The inverse Galois problem is a classical problem in mathematics and asks whether every finite group can be realized as the Galois group of a finite field extension of the rational numbers. The analogous question has been answered for function fields of a single variable over an algebraically closed field of characteristic zero. In the number field case, Shafarevich showed that any finite solvable group can be realized as the Galois group of a field extension over $\mathbb{Q}$.
In particular, we note that every $p$-group is solvable. More specifically, any group whose order is $2^k$ for some $k \in \mathbb{N}$ is solvable. Thus, any group of order $2^k$ is the Galois group of some number field over $\mathbb{Q}$. In a conversation with Bjorn Poonen in July, he mentioned that if there was a 'finite group' race, where he would list all the groups (up to isomorphism) of order $2^k \leq x$ and another person listed every other group whose order is at most $x$, then he would surely list more groups; and in fact, he said that his list will have a proportion approaching 100% as $x \rightarrow \infty$.

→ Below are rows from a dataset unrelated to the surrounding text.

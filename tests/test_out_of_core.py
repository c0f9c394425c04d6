"""A Parquet folder larger than DuckDB's memory limit is fitted by streaming aggregates (reduced size)."""

from __future__ import annotations

import duckdb
from conftest import assert_close

import dbfit
from dbfit.interfaces.bench import numeric_select


def test_parquet_folder_larger_than_memory_limit(tmp_path):
    lake = tmp_path / "lake"
    lake.mkdir()
    writer = duckdb.connect()
    for part in range(4):
        writer.execute(
            f"COPY ({numeric_select(1_000_000, 10)}) TO '{lake}/part{part}.parquet' (FORMAT parquet)"
        )
    rows_bytes = writer.execute(f"SELECT count(*) * 11 * 8 FROM '{lake}/*.parquet'").fetchall()[0][0]
    writer.close()
    limit_bytes = 100 * 2**20
    assert rows_bytes > 3 * limit_bytes  # the data as doubles is several times the memory limit
    formula = "y ~ " + " + ".join(f"x{j}" for j in range(10))
    small = dbfit.connect(memory_limit="100MB", threads=2)
    limited = dbfit.fit(small, formula, f"{lake}/*.parquet", progress=False)
    peak = small.execute("SELECT max(memory_usage_bytes) FROM duckdb_memory()").fetchall()[0][0]
    small.close()
    free = dbfit.connect()
    unlimited = dbfit.fit(free, formula, f"{lake}/*.parquet", progress=False)
    free.close()
    assert limited.stats["n_used"] == 4_000_000 and limited.stats["converged"]
    assert_close(limited.estimates, unlimited.estimates, 1e-10, "same estimates under a small memory limit")
    assert peak <= limit_bytes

Applying Poonen's heuristic to the inverse Galois problem, then order groups by their order, a proportion approaching 100% of all finite groups are Galois groups of number fields over the rationals.
Has this been proved? Here, I am satisfied with a much weaker notion of 'most' which is the statement that a proportion exceeding $1/2$ of all groups of order up to $x$ are Galois groups as $x \rightarrow \infty$.
Edit: To clarify, I am asking whether statement 'a proportion exceeding $1/2$ of all finite groups are Galois groups over $\mathbb{Q}$' has been proved or not. This statement is implied by the statement `most finite groups have order $2^k$ for some $k$' by Shafarevich's theorem.